§ Data
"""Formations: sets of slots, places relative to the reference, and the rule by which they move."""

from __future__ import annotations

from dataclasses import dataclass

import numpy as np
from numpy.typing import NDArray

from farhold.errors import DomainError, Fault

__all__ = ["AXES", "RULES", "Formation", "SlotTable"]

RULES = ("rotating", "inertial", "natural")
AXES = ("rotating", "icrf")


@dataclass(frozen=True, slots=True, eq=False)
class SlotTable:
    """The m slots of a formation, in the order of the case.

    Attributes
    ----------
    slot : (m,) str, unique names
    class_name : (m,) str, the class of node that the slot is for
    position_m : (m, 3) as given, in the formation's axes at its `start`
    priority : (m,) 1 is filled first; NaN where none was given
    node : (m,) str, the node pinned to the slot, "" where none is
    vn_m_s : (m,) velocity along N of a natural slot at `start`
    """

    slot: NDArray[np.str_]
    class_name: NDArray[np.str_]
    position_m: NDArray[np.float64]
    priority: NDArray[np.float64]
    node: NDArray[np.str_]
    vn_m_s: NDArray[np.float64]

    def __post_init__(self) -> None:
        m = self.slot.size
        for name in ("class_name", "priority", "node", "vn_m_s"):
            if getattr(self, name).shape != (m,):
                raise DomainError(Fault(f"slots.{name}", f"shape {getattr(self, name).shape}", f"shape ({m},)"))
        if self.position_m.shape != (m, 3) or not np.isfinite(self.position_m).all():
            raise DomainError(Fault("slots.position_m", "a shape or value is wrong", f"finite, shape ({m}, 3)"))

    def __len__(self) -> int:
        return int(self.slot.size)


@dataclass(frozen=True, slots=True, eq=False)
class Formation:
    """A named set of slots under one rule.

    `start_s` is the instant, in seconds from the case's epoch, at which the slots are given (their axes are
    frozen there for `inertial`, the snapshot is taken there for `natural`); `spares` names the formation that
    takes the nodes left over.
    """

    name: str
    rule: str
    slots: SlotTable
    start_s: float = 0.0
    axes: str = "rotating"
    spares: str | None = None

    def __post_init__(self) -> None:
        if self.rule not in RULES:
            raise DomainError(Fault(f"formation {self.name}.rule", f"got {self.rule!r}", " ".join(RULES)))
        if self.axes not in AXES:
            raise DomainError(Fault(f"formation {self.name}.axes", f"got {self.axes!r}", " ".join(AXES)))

§ What the task requires
Find all the lines with "names" in the data and copy them.

§ Written response
    slot : (m,) str, unique names
    frozen there for `inertial`, the snapshot is taken there for `natural`); `spares` names the formation that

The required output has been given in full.